The big fight — and a nasty one — was on the matter of whether this agreement would be legally binding on all countries or not. India, which opposed a legally binding agreement, was put into the dock. The Western media singled out India as the deal-breaker and condemned it as a country wanting its right to pollute.

But was the issue as simple as it was made out to be? When negotiations on climate change began over 20 years ago, it was well understood that the industrialised world — contributor to 70-80 per cent of the stock of emissions in the atmosphere — had to vacate space for the emerging world to grow. The deal also was that money and technology transfer would enable emerging countries to avoid future emissions growth. But none of this happened. Meagre targets were set; the US and other big polluters walked out of the agreement. The funds never came.

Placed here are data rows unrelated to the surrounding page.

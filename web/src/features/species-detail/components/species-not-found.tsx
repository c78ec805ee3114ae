import { useTranslation } from 'react-i18next';
import { RouterButton } from '../../../components/links/router-link.js';
import { ContentCard } from '../../../components/page/content-card.js';
import { PageIntro } from '../../../components/page/page-intro.js';
import { paths } from '../../../config/paths.js';

/** An unknown slug: say so plainly and offer the way back to the whole catalogue. */
export function SpeciesNotFound({ slug }: { slug: string }) {
  const { t } = useTranslation('detail');
  return (
    <>
      <PageIntro title={t('page.notFound')}>{t('page.notFoundText', { slug })}</PageIntro>
      <ContentCard>
        <RouterButton to={paths.species.build()} appearance="primary">
          {t('page.searchAll')}
        </RouterButton>
      </ContentCard>
    </>
  );
}
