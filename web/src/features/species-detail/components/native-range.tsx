import { useWords } from '../../../lib/i18n/index.js';
import { useTranslation } from 'react-i18next';
import { byStateListName, STATE_NAMES, US_STATE_CODES } from '@homeground/shared';
import { makeStyles, mergeClasses, tokens } from '@fluentui/react-components';
import { Map20Regular } from '@fluentui/react-icons';
import type { SpeciesDetail } from '../../../api/species/species.api.js';
import { SECTION_FIELDS } from '../utils/source-labels.js';
import { GRID_COLUMNS, GRID_ROWS, STATE_TILES } from '../utils/state-grid.js';
import { FactSection } from './fact-section.js';
import { SourceNote } from './source-note.js';

const useStyles = makeStyles({
  grid: {
    display: 'grid',
    gridTemplateColumns: `repeat(${GRID_COLUMNS}, 1fr)`,
    gridTemplateRows: `repeat(${GRID_ROWS}, auto)`,
    gap: '3px',
    maxWidth: '440px',
    marginBottom: tokens.spacingVerticalM,
  },
  tile: {
    aspectRatio: '1',
    display: 'flex',
    alignItems: 'center',
    justifyContent: 'center',
    borderRadius: tokens.borderRadiusSmall,
    fontSize: tokens.fontSizeBase100,
    lineHeight: 1,
    border: `1px solid ${tokens.colorNeutralStroke2}`,
    color: tokens.colorNeutralForeground3,
    backgroundColor: tokens.colorNeutralBackground1,
  },
  // Native states are filled and bold; the rest are outlined, so the two read apart without colour.
  native: {
    backgroundColor: tokens.colorBrandBackground,
    color: tokens.colorNeutralForegroundOnBrand,
    border: `1px solid ${tokens.colorBrandBackground}`,
    fontWeight: tokens.fontWeightBold,
  },
  summary: { margin: `0 0 ${tokens.spacingVerticalS}` },
  names: { margin: `${tokens.spacingVerticalS} 0 0`, color: tokens.colorNeutralForeground2 },
  toggle: { cursor: 'pointer', color: tokens.colorBrandForegroundLink },
});

/** The states it is native to (USDA PLANTS), as a small tile grid and as words. */
export function NativeRange({ species }: { species: SpeciesDetail }) {
  const styles = useStyles();
  const { t } = useTranslation('detail');
  const words = useWords();
  const native = new Set(species.nativeStates);
  // Alphabetical by list name, so "the District of Columbia" sorts under D.
  const names = byStateListName(US_STATE_CODES.filter((c) => native.has(c))).map((c) => STATE_NAMES[c]);
  return (
    <FactSection title={t('range.title')} icon={<Map20Regular />}>
      <p className={styles.summary}>
        {names.length <= 6
          ? t('range.summaryNames', { count: names.length, names: words.join(names) })
          : t('range.summary', { count: names.length })}
      </p>
      <div className={styles.grid} aria-hidden>
        {US_STATE_CODES.map((code) => {
          const [col, row] = STATE_TILES[code];
          return (
            <span
              key={code}
              className={mergeClasses(styles.tile, native.has(code) && styles.native)}
              style={{ gridColumn: col + 1, gridRow: row + 1 }}
              title={native.has(code) ? t('range.tileNative', { state: STATE_NAMES[code] }) : STATE_NAMES[code]}
            >
              {code}
            </span>
          );
        })}
      </div>
      {names.length > 6 ? (
        <details>
          <summary className={styles.toggle}>{t('range.list', { count: names.length })}</summary>
          <p className={styles.names}>{words.join(names)}.</p>
        </details>
      ) : null}
      <SourceNote sources={species.sources} fields={SECTION_FIELDS.range} />
    </FactSection>
  );
}
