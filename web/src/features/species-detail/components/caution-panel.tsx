import { useWords } from '../../../lib/i18n/index.js';
import { useTranslation } from 'react-i18next';
import { makeStyles, tokens } from '@fluentui/react-components';
import { Warning24Regular } from '@fluentui/react-icons';
import { useId } from 'react';
import type { SpeciesDetail } from '../../../api/species/species.api.js';
import { ContentCard } from '../../../components/page/content-card.js';
import { Heading } from '../../../components/page/page-heading.js';
import { hgTokens } from '../../../theme/index.js';
import { shortCitation } from '../utils/source-labels.js';

const useStyles = makeStyles({
  card: { borderLeft: `6px solid ${hgTokens.hgColorGoldenrod}` },
  heading: { display: 'flex', alignItems: 'center', gap: tokens.spacingHorizontalS },
  icon: { color: tokens.colorStatusWarningForeground1, flexShrink: 0 },
  list: { margin: 0, paddingLeft: tokens.spacingHorizontalXL, display: 'grid', gap: tokens.spacingVerticalM },
  source: {
    display: 'block',
    fontSize: tokens.fontSizeBase200,
    color: hgTokens.hgColorLoam,
    marginTop: tokens.spacingVerticalXXS,
  },
  none: { margin: 0 },
  rules: { margin: `${tokens.spacingVerticalL} 0 0`, color: tokens.colorNeutralForeground2 },
});

/** Cautions first and in full, calm and specific, each with where it comes from. */
export function CautionPanel({ species }: { species: SpeciesDetail }) {
  const styles = useStyles();
  const { t } = useTranslation('detail');
  const words = useWords();
  const id = useId();
  const cautions = species.cautions;
  return (
    <ContentCard aria-labelledby={id} className={styles.card}>
      <Heading level="section" id={id} className={styles.heading}>
        <Warning24Regular className={styles.icon} aria-hidden />
        {t('cautions.title')}
      </Heading>
      {cautions.length === 0 ? (
        <p className={styles.none}>{t('cautions.none')}</p>
      ) : (
        <ul className={styles.list}>
          {cautions.map((c) => (
            <li key={`${c.kind}-${c.text}`}>
              <strong>{words.caution[c.kind].title}.</strong>{' '}
              {words.locale === 'en' ? (
                c.text
              ) : (
                // The record's own sentence is written in English: the general caution in the reader's
                // language comes first, then the record's, marked as English for screen readers.
                <>
                  {words.caution[c.kind].sentence} {t('cautions.recordLead')} <span lang="en">{c.text}</span>
                </>
              )}
              <span className={styles.source}>{t('cautions.source', { citation: shortCitation(c.source) })}</span>
            </li>
          ))}
        </ul>
      )}
      <p className={styles.rules}>{t('cautions.rules')}</p>
    </ContentCard>
  );
}
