import { Column, CreateDateColumn, Entity, Index, PrimaryGeneratedColumn, UpdateDateColumn } from 'typeorm';
import type { SowingMethod } from '@homeground/shared';

/** A group's growing season: its dates and seed-list settings. One per group and year. */
@Entity({ name: 'seasons' })
@Index('uq_seasons_group_year', ['groupId', 'year'], { unique: true })
export class SeasonRow {
  @PrimaryGeneratedColumn('uuid')
  id: string;

  @Column({ type: 'text', name: 'group_id' })
  groupId: string;

  @Column({ type: 'integer' })
  year: number;

  /** Average last spring frost, ISO date. */
  @Column({ type: 'text', name: 'last_frost' })
  lastFrost: string;

  /** The plant share, ISO date. */
  @Column({ type: 'text', name: 'plant_share_date' })
  plantShareDate: string;

  @Column({ type: 'simple-json' })
  methods: SowingMethod[];

  /** Share of the plants that are native milkweeds, 0–1. */
  @Column({ type: 'real', name: 'milkweed_share' })
  milkweedShare: number;

  @Column({ type: 'real', name: 'loss_factor' })
  lossFactor: number;

  @Column({ type: 'integer', name: 'seeds_per_packet' })
  seedsPerPacket: number;

  @CreateDateColumn({ name: 'created_at' })
  createdAt: Date;

  @UpdateDateColumn({ name: 'updated_at' })
  updatedAt: Date;
}
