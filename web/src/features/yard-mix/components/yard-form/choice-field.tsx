import { Field, makeStyles, Radio, RadioGroup, tokens } from '@fluentui/react-components';
import type { Choice } from '../../utils/yard-form-choices.js';

const useStyles = makeStyles({
  label: { display: 'flex', flexDirection: 'column' },
  name: { fontWeight: tokens.fontWeightSemibold },
  line: {
    color: tokens.colorNeutralForeground2,
    fontSize: tokens.fontSizeBase200,
    lineHeight: tokens.lineHeightBase200,
  },
});

export interface ChoiceFieldProps<T extends string> {
  label: string;
  hint?: string;
  choices: readonly Choice<T>[];
  value: T | '';
  onChange: (value: T) => void;
  error?: string;
  required?: boolean;
  name: string;
}

/** A question answered by one of a few choices, each with its own explanatory line. */
export function ChoiceField<T extends string>({
  label,
  hint,
  choices,
  value,
  onChange,
  error,
  required,
  name,
}: ChoiceFieldProps<T>) {
  const styles = useStyles();
  return (
    <Field
      label={label}
      hint={hint}
      required={required}
      validationMessage={error}
      validationState={error ? 'error' : 'none'}
    >
      <RadioGroup name={name} value={value} onChange={(_, d) => onChange(d.value as T)}>
        {choices.map((c) => (
          <Radio
            key={c.value || 'none'}
            value={c.value}
            label={
              <span className={styles.label}>
                <span className={styles.name}>{c.label}</span>
                <span className={styles.line}>{c.line}</span>
              </span>
            }
          />
        ))}
      </RadioGroup>
    </Field>
  );
}
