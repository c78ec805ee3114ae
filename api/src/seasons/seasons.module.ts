import { Module } from '@nestjs/common';
import { TypeOrmModule } from '@nestjs/typeorm';
import { GroupsModule } from '../groups/groups.module.js';
import { MixContextModule } from '../mix-context/mix-context.module.js';
import { SeasonTargetRow } from './season-target.entity.js';
import { SeasonRow } from './season.entity.js';
import { SeasonsController } from './seasons.controller.js';
import { SeasonsService } from './seasons.service.js';

/** A group's season plan: dates, share list, targets and seed list. */
@Module({
  imports: [TypeOrmModule.forFeature([SeasonRow, SeasonTargetRow]), GroupsModule, MixContextModule],
  controllers: [SeasonsController],
  providers: [SeasonsService],
  exports: [SeasonsService],
})
export class SeasonsModule {}
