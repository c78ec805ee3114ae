import { useWords } from '../../../lib/i18n/index.js';
import { useTranslation } from 'react-i18next';
import type { Species } from '@homeground/shared';
import { makeStyles, tokens } from '@fluentui/react-components';
import { hgTokens } from '../../../theme/index.js';
import { sectionSources } from '../utils/source-labels.js';

const useStyles = makeStyles({
  note: { margin: `${tokens.spacingVerticalM} 0 0`, fontSize: tokens.fontSizeBase200, color: hgTokens.hgColorLoam },
});

/** "Sources: USDA PLANTS Database (growth form, lifespan); …" for one section's facts. */
export function SourceNote({
  sources,
  fields,
}: {
  sources: Species['sources'];
  fields: readonly (keyof Species['sources'])[];
}) {
  const styles = useStyles();
  const { t } = useTranslation('detail');
  const words = useWords();
  const lines = sectionSources(sources, fields, words.sourcedField, t('sources.unrecorded'));
  const text = lines.map((l) => t('sources.line', { citation: l.citation, fields: words.join(l.fields) })).join('; ');
  return (
    <p className={styles.note}>
      {lines.length === 1 ? t('sources.one', { lines: text }) : t('sources.many', { lines: text })}
    </p>
  );
}
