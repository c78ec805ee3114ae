import { useWords } from '../../../lib/i18n/index.js';
import { useTranslation } from 'react-i18next';
import { capitalise, type SourcedField } from '@homeground/shared';
import { Badge, makeStyles, tokens } from '@fluentui/react-components';
import { DocumentText20Regular } from '@fluentui/react-icons';
import type { ReactNode } from 'react';
import type { SpeciesDetail } from '../../../api/species/species.api.js';
import { RouterButton } from '../../../components/links/router-link.js';
import { ContentCard } from '../../../components/page/content-card.js';
import { Heading } from '../../../components/page/page-heading.js';
import { paths } from '../../../config/paths.js';
import { hgTokens } from '../../../theme/index.js';
import { SECTION_FIELDS } from '../utils/source-labels.js';
import { FactList } from './fact-list.js';
import { SourceNote } from './source-note.js';
import { SpeciesPhoto } from './species-photo.js';

const useStyles = makeStyles({
  card: {
    display: 'grid',
    gridTemplateColumns: 'minmax(240px, 400px) 1fr',
    gap: tokens.spacingHorizontalXXL,
    alignItems: 'start',
    '@media (max-width: 720px)': { gridTemplateColumns: '1fr' },
  },
  title: { marginBottom: tokens.spacingVerticalXXS },
  scientific: {
    fontStyle: 'italic',
    fontSize: tokens.fontSizeBase500,
    margin: `0 0 ${tokens.spacingVerticalM}`,
    color: hgTokens.hgColorLoam,
  },
  tags: { display: 'flex', flexWrap: 'wrap', gap: tokens.spacingHorizontalS, marginBottom: tokens.spacingVerticalM },
  bloom: { margin: `${tokens.spacingVerticalL} 0` },
  bloomWords: { margin: `${tokens.spacingVerticalXS} 0 0` },
  action: { marginTop: tokens.spacingVerticalL },
});

/** Photo, names, bloom strip and the page's one primary action: making its fact card. */
export function SpeciesHeader({
  species,
  bloomStrip,
  bloomWords,
}: {
  species: SpeciesDetail;
  bloomStrip: ReactNode;
  bloomWords: string;
}) {
  const styles = useStyles();
  const { t } = useTranslation('detail');
  const words = useWords();
  const [name, ...otherNames] = species.commonNames;
  const facts: [string, ReactNode][] = [];
  if (otherNames.length > 0) facts.push([t('header.alsoCalled'), otherNames.join(', ')]);
  facts.push([t('header.family'), species.family]);
  if (species.synonyms.length > 0) facts.push([t('header.synonyms'), <i key="syn">{species.synonyms.join(', ')}</i>]);
  facts.push([t('header.usdaSymbol'), species.usdaSymbol]);
  for (const r of species.reconciliations)
    facts.push([t('header.noteOn', { field: words.sourcedField[r.field as SourcedField] ?? r.field }), r.note]);
  const colours = words.join(species.flowerColours.map((c) => words.flowerColour[c]));

  return (
    <ContentCard
      className={styles.card}
      aria-label={t('header.atAGlance', { name: capitalise(name ?? species.scientificName) })}
    >
      <SpeciesPhoto species={species} />
      <div>
        <Heading level="page" className={styles.title}>
          {capitalise(name ?? species.scientificName)}
        </Heading>
        <p className={styles.scientific} lang="la">
          {species.scientificName}
        </p>
        {species.tags.length > 0 ? (
          <div className={styles.tags}>
            {species.tags.map((tag) => (
              <Badge key={tag} appearance="tint" color="brand" shape="rounded">
                {words.speciesTag[tag]}
              </Badge>
            ))}
          </div>
        ) : null}
        <FactList facts={facts} />
        <SourceNote sources={species.sources} fields={SECTION_FIELDS.names} />
        <div className={styles.bloom}>
          {bloomStrip}
          <p className={styles.bloomWords}>
            {colours
              ? t('header.bloomWithColours', { bloom: bloomWords, colours })
              : t('header.bloomOnly', { bloom: bloomWords })}
          </p>
          <SourceNote sources={species.sources} fields={SECTION_FIELDS.bloom} />
        </div>
        <RouterButton
          to={paths.cardsLabels.build({ species: [species.slug] })}
          appearance="primary"
          icon={<DocumentText20Regular />}
          className={styles.action}
        >
          {t('header.makeCard')}
        </RouterButton>
      </div>
    </ContentCard>
  );
}
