import { makeStyles, tokens } from '@fluentui/react-components';
import { photoCreditLine } from '@homeground/shared';
import { useState } from 'react';
import { speciesPhotoUrl, type SpeciesDetail } from '../../../api/species/species.api.js';
import { hgTokens } from '../../../theme/index.js';
import { PlantDrawing } from './plant-drawing.js';

const useStyles = makeStyles({
  figure: { margin: 0 },
  frame: {
    aspectRatio: '4 / 3',
    width: '100%',
    borderRadius: tokens.borderRadiusXLarge,
    overflow: 'hidden',
    backgroundColor: hgTokens.hgColorPaper,
    border: `1px solid ${tokens.colorNeutralStroke2}`,
  },
  img: { display: 'block', width: '100%', height: '100%', objectFit: 'cover' },
  caption: {
    marginTop: tokens.spacingVerticalXS,
    fontSize: tokens.fontSizeBase200,
    color: tokens.colorNeutralForeground2,
  },
});

/** The species' photo at 800 px, or our drawing in its flower colour when there is none (or it fails). */
export function SpeciesPhoto({ species }: { species: SpeciesDetail }) {
  const styles = useStyles();
  const [hasFailed, setFailed] = useState(false);
  const name = species.commonNames[0] ?? species.scientificName;
  const showPhoto = species.hasPhoto && !hasFailed;
  const colours = species.flowerColours.join(' and ');
  return (
    <figure className={styles.figure}>
      <div className={styles.frame}>
        {showPhoto ? (
          <img
            className={styles.img}
            src={speciesPhotoUrl(species.slug, 800)}
            alt={`${name} (${species.scientificName})`}
            onError={() => setFailed(true)}
          />
        ) : (
          <PlantDrawing
            flowerColours={species.flowerColours}
            label={`Drawing of a flowering plant${colours ? ` with ${colours} flowers` : ''}`}
          />
        )}
      </div>
      <figcaption className={styles.caption}>
        {showPhoto && species.photoCredit ? (
          <>
            {name}. {photoCreditLine(species.photoCredit)} (
            <a
              href={species.photoCredit.sourceUrl}
              rel="noopener noreferrer"
              target="_blank"
              aria-label="source of the photo (opens in a new tab)"
            >
              source
            </a>
            ).
          </>
        ) : showPhoto ? (
          `${name}, photo from the catalogue.`
        ) : (
          `No photo yet: a drawing in its flower colour${species.flowerColours.length > 1 ? 's' : ''}.`
        )}
      </figcaption>
    </figure>
  );
}
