import type { FlowerColour } from '@homeground/shared';
import { makeStyles, tokens } from '@fluentui/react-components';
import { flowerSwatch } from '../../../theme/flower-colours.js';
import { hgTokens } from '../../../theme/index.js';

const useStyles = makeStyles({
  svg: { display: 'block', width: '100%', height: '100%' },
  ground: { stroke: hgTokens.hgColorLoam, strokeWidth: 3, fill: 'none', strokeLinecap: 'round' },
  stem: { stroke: tokens.colorBrandForeground2, strokeWidth: 3, fill: 'none', strokeLinecap: 'round' },
  leaf: { fill: tokens.colorBrandBackground, opacity: 0.85 },
  petalEdge: { stroke: tokens.colorNeutralStrokeAccessible, strokeWidth: 0.75 },
});

/** Flower heads along the stems: [cx, cy, r]. */
const HEADS: [number, number, number][] = [
  [100, 46, 15],
  [66, 70, 11],
  [136, 66, 12],
];

/**
 * Our own stylised plant for a species without a photo: three stems over a curved ground line, leaves in
 * sedge green, flower heads in the species' flower colour (a second colour, if any, at their centres).
 */
export function PlantDrawing({ flowerColours, label }: { flowerColours: readonly FlowerColour[]; label: string }) {
  const styles = useStyles();
  const petal = flowerSwatch(flowerColours[0]).fill;
  const centre = flowerColours[1] ? flowerSwatch(flowerColours[1]).fill : undefined;
  return (
    <svg className={styles.svg} viewBox="0 0 200 200" role="img" aria-label={label} preserveAspectRatio="xMidYMid meet">
      <path className={styles.ground} d="M24 180 Q 100 166 176 180" />
      <path className={styles.stem} d="M100 176 C 98 140, 102 90, 100 52" />
      <path className={styles.stem} d="M96 150 C 84 120, 70 96, 66 76" />
      <path className={styles.stem} d="M104 140 C 118 112, 132 90, 136 72" />
      <path className={styles.leaf} d="M99 160 C 80 156, 62 144, 54 128 C 74 130, 90 142, 99 160 Z" />
      <path className={styles.leaf} d="M101 124 C 120 122, 140 110, 148 94 C 128 96, 110 108, 101 124 Z" />
      <path className={styles.leaf} d="M99 104 C 86 100, 76 90, 72 80 C 86 82, 96 92, 99 104 Z" />
      {HEADS.map(([cx, cy, r]) => (
        <g key={`${cx}-${cy}`}>
          {Array.from({ length: 8 }, (_, i) => {
            const a = (i * Math.PI) / 4;
            return (
              <ellipse
                key={i}
                className={styles.petalEdge}
                cx={cx + Math.cos(a) * r * 0.7}
                cy={cy + Math.sin(a) * r * 0.7}
                rx={r * 0.5}
                ry={r * 0.32}
                transform={`rotate(${(a * 180) / Math.PI} ${cx + Math.cos(a) * r * 0.7} ${cy + Math.sin(a) * r * 0.7})`}
                fill={petal}
              />
            );
          })}
          <circle cx={cx} cy={cy} r={r * 0.32} fill={centre ?? petal} className={styles.petalEdge} />
        </g>
      ))}
    </svg>
  );
}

This deal was critical because if the already rich emitted in the past, the emerging rich will emit in the future. We know carbon dioxide emissions are linked to economic growth as the world imagines it today. We also know the road to a low-carbon economy is bumpy and costly. If the world is indeed serious about an agreement to cut emissions, it has to accept there will be limits for all — past polluters and future contributors. This agreement will only work if it is based on equal entitlements to atmospheric space. But at Durban, rich countries wanted to brush aside this principle.

Therefore, the move was to surreptitiously change the nature of the agreement itself: to create a single legally binding agreement for all countries, which would remove the differentiation between the contributors to the problem of climate change and the rest. It would wipe out countries' historical contribution, and be based only on the remaining carbon budget if the world has to keep the 2°C temperature cap. This would freeze inequity in the world, and compromise the right to development of the emerging countries.

This was the battle of Durban. The final outcome is mixed; there is hope, as well as a mirror to the challenge ahead. Because of the fight-back by countries like India (backed by China, South Africa and even a hesitant Brazil), the final decision is that instead of a legally binding agreement, the future outcome could be a range of options. These include a process to develop a protocol, another legal instrument or an agreed outcome with legal force.

The conference has agreed to fast-track these negotiations, saying that work should be completed by 2015, so that this new agreement or outcome can be implemented from 2020. Now the challenge will be to ensure that this future agreement accounts for the historical and current emissions of countries in setting targets. The conference has also included, in its future work programme, the Indian submission to re-focus on the issue of equity and burden sharing. So the fight for an effective and equitable climate agreement has only just begun.

The meeting has also agreed to the second commitment period of the Kyoto Protocol, again a key demand of developing countries. The next challenge will be to set quantified emission reduction targets for all industrialised countries so that they can, by 2020, reduce emissions between 25 and 40 per cent below 1990 levels. More importantly, this second phase must do away with the now-infamous Kyoto loopholes where creative ways of accounting appear to “reduce” emissions.

The third big delivery of the conference is to set up a Green Climate Fund to pay for mitigation and adaptation in vulnerable countries. But this fund is without any money, as the industrialised countries say that the recession means that they cannot pay. The big question is how and what innovative sources of financing can be found to pay for the necessary transition.

I see the Durban climate conference as an important turning point. At this conference, the matter of equity has been re-asserted; but the open resistance of the rich countries to sharing global ecological and economic space has also been noted. The fight is out in the open. It would be important now to ensure that the South Africa-hosted Durban Platform does not end up deepening climate apartheid.